Archive for September, 2007

Undergraduate Orientation

The library is pleased to share with you the news of a successful undergraduate orientation day, Sunday, September 23, 2007. Over 200 students were signed up with library accounts!

Library Staff, pictured from left, Tony Diaz, Kris Jolley, and Lindsay Cleary (not pictured, Viet Nguyen) were busy on Sunday talking with new students, answering their questions and giving out information about library services while creating the new library accounts.

Kris Jolley with library handouts for the students.

Thanks to Viet, Lindsay, Tony and Kris for making the day a fun and instructive event for our incoming students.

Cambridge Crystallographic Database: Aug 07 Update Installed

The August 2007 update for the Cambridge Structural Database System, with 8,500 new entries, has been added to the Caltech Library Services CSD installation.
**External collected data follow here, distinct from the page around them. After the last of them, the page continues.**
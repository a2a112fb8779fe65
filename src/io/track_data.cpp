#include "lapwing/io/track_data.hpp"

#include <algorithm>
#include <cmath>

#include "lapwing/base/error.hpp"
#include "lapwing/base/format.hpp"
#include "lapwing/base/units.hpp"
#include "lapwing/io/csv.hpp"
#include "lapwing/path/curvature_profile.hpp"

namespace lapwing {

namespace {

// A note naming the columns of `t` that are not among `used`: data the user may think was read.
void note_unused_columns(const CsvTable& t, const std::vector<std::string>& used,
                         const std::string& reads, PathProfile& p) {
  std::string unused;
  int count = 0;
  for (const auto& name : t.names)
    if (std::find(used.begin(), used.end(), name) == used.end()) {
      unused += (unused.empty() ? "'" : ", '") + name + "'";
      ++count;
    }
  if (count > 0)
    p.notes.push_back(t.file + ": column" + (count > 1 ? "s " : " ") + unused + " not used (" +
                      reads + ")");
}

// The bank_deg column in rad (+ helping a left turn, the curvature's sign), each row within
// Segment::bank_range (an InvalidInput at "bank_deg[i]": row_error places it on its line).
std::vector<double> bank_column(const CsvTable& t) {
  std::vector<double> out;
  const auto& deg = t.column("bank_deg");
  for (std::size_t i = 0; i < deg.size(); ++i) {
    const double b = deg[i] * units::deg;
    if (!Segment::bank_range.contains(b))
      throw InvalidInput(t.file, broken_rule("",
                                             "bank_deg " + format_number(deg[i]) +
                                                 " is beyond +-45 deg (a road's steepest banking)",
                                             "bank_deg[" + std::to_string(i) + "]"));
    out.push_back(b);
  }
  return out;
}

// Dropouts in a centerline's points (is_dropout: the rule for a log's rows), named by the
// file's lines: the widest, and how many more (a closed centerline's last point to its first
// too, which the fit bridges as it bridges any other gap).
void warn_of_dropouts(const CsvTable& t, const CenterlinePoints& points, bool closed,
                      PathProfile& p) {
  const std::size_t n = points.x_m.size();
  struct Gap {
    double m;
    std::size_t before, after;  // rows
  };
  std::vector<Gap> gaps;
  auto look = [&](std::size_t a, std::size_t b) {
    const double d = std::hypot(points.x_m[b] - points.x_m[a], points.y_m[b] - points.y_m[a]);
    if (is_dropout(d, p.point_spacing_m)) gaps.push_back({d, a, b});
  };
  for (std::size_t i = 1; i < n; ++i) look(i - 1, i);
  if (closed && n > 1) look(n - 1, 0);
  if (gaps.empty()) return;
  const Gap& widest = *std::max_element(gaps.begin(), gaps.end(),
                                        [](const Gap& a, const Gap& b) { return a.m < b.m; });
  std::string more;
  if (gaps.size() > 1)
    more = " (and " + std::to_string(gaps.size() - 1) + " more such gap" +
           (gaps.size() > 2 ? "s" : "") + ")";
  p.warnings.push_back(
      t.file + ": points " + fixed(widest.m, 1) + " m apart from line " +
      std::to_string(t.lines[widest.before]) + " to line " + std::to_string(t.lines[widest.after]) +
      " (the median is " + fixed(p.point_spacing_m, 2) + " m)" + more + ": a dropout (over " +
      fixed(dropout_min_gap_m, 0) + " m and " + fixed(dropout_spacings, 0) +
      " times the median); the track across it is the fit's guess, not the road: add the "
      "missing points");
}

}  // namespace

ProfileFile read_centerline_file(const std::string& file, bool closed, const CenterlineOptions& o) {
  const CsvTable t = read_csv(file, min_centerline_points);
  try {
    CenterlinePoints points;
    bool geodetic = false;
    if (t.find("x_m") >= 0 || t.find("y_m") >= 0) {
      require_no_duplicates(t, {"x_m", "y_m"});
      points.source = file;
      points.x_m = t.column("x_m");
      points.y_m = t.column("y_m");
      if (t.find("z_m") >= 0) points.z_m = t.column("z_m");
    } else if (t.find("lat_deg") >= 0 || t.find("lon_deg") >= 0) {
      require_no_duplicates(t, {"lat_deg", "lon_deg"});
      const auto& lat = t.column("lat_deg");
      const auto& lon = t.column("lon_deg");
      points = project_wgs84(file, lat, lon,
                             t.find("alt_m") >= 0 ? t.column("alt_m") : std::vector<double>{});
      geodetic = true;
    } else {
      throw InputError(file, Mark{1, 1},
                       "a centerline needs columns x_m,y_m[,z_m] or lat_deg,lon_deg[,alt_m]");
    }
    // Widths: both columns or neither (each > 0: fit_centerline's rule).
    {
      const int left = t.find("width_left_m"), right = t.find("width_right_m");
      if ((left >= 0) != (right >= 0))
        throw InputError(file, Mark{1, 1},
                         std::string("a centerline with widths needs both width_left_m and "
                                     "width_right_m (only ") +
                             (left >= 0 ? "width_left_m" : "width_right_m") + " is given)");
      if (left >= 0) {
        points.width_left_m = t.column("width_left_m");
        points.width_right_m = t.column("width_right_m");
      }
    }
    // Bank (deg, + helping a left turn); its range is the fit's (PathProfile::validate).
    if (t.find("bank_deg") >= 0) points.bank_rad = bank_column(t);
    ProfileFile out{fit_centerline(points, closed, o), t.lines};
    out.profile.geodetic = geodetic;
    warn_of_dropouts(t, points, closed, out.profile);
    note_unused_columns(
        t,
        geodetic ? std::vector<std::string>{"lat_deg", "lon_deg", "alt_m", "width_left_m",
                                            "width_right_m", "bank_deg"}
                 : std::vector<std::string>{"x_m", "y_m", "z_m", "width_left_m", "width_right_m",
                                            "bank_deg"},
        "a centerline reads x_m, y_m, z_m or lat_deg, lon_deg, alt_m, and width_left_m, "
        "width_right_m, bank_deg",
        out.profile);
    return out;
  } catch (const InvalidInput& e) {
    if (e.subject() != file) throw;  // not the data's (bad options)
    throw row_error(t, e);
  }
}

ProfileFile read_curvature_file(const std::string& file) {
  const CsvTable t = read_csv(file, 10);
  require_increasing(t, "distance_m");
  try {
    const auto& d = t.column("distance_m");
    const auto& k = t.column("curvature_1pm");
    ProfileFile out{
        profile_from_curvature(file, d, k,
                               t.find("grade") >= 0 ? t.column("grade") : std::vector<double>{}),
        t.lines};
    // Bank per sample as given (one per row, as the distances).
    if (t.find("bank_deg") >= 0) out.profile.bank_rad = bank_column(t);
    note_unused_columns(t, {"distance_m", "curvature_1pm", "grade", "bank_deg"},
                        "a curvature profile reads distance_m, curvature_1pm, grade, bank_deg",
                        out.profile);
    return out;
  } catch (const InvalidInput& e) {
    if (e.subject() != file) throw;  // not the data's (bad options)
    throw row_error(t, e);
  }
}

PathProfile import_centerline(const std::string& file, bool closed, const CenterlineOptions& o) {
  return read_centerline_file(file, closed, o).profile;
}

PathProfile import_curvature(const std::string& file) {
  return read_curvature_file(file).profile;
}

}  // namespace lapwing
Peter Murray-Rust talk on eThesis, webcast is available

Data-driven science and Digital Repositories Monday, August 6th, 2007, 10:00am, NewMedia Classroom

by Peter Murray-Rust

Unilever Centre for Molecular Sciences Informatics, Department of Chemistry, University of Cambridge, UK

UPDATES: Video is available (9/5/2007)

For the best playback experience, viewers should be on a PC with Windows Media Player installed. More instructions to view the webcast.

For several years there has been excitement about the potential of the “data deluge” where much science will be practised not by doing experiments but by reusing the information we already have. Although in some subjects such as particle physics and parts of bioscience this is starting to happen, in many others such as chemistry and materials science there is little sign of an impending deluge. The data have been collected but they are not accessible.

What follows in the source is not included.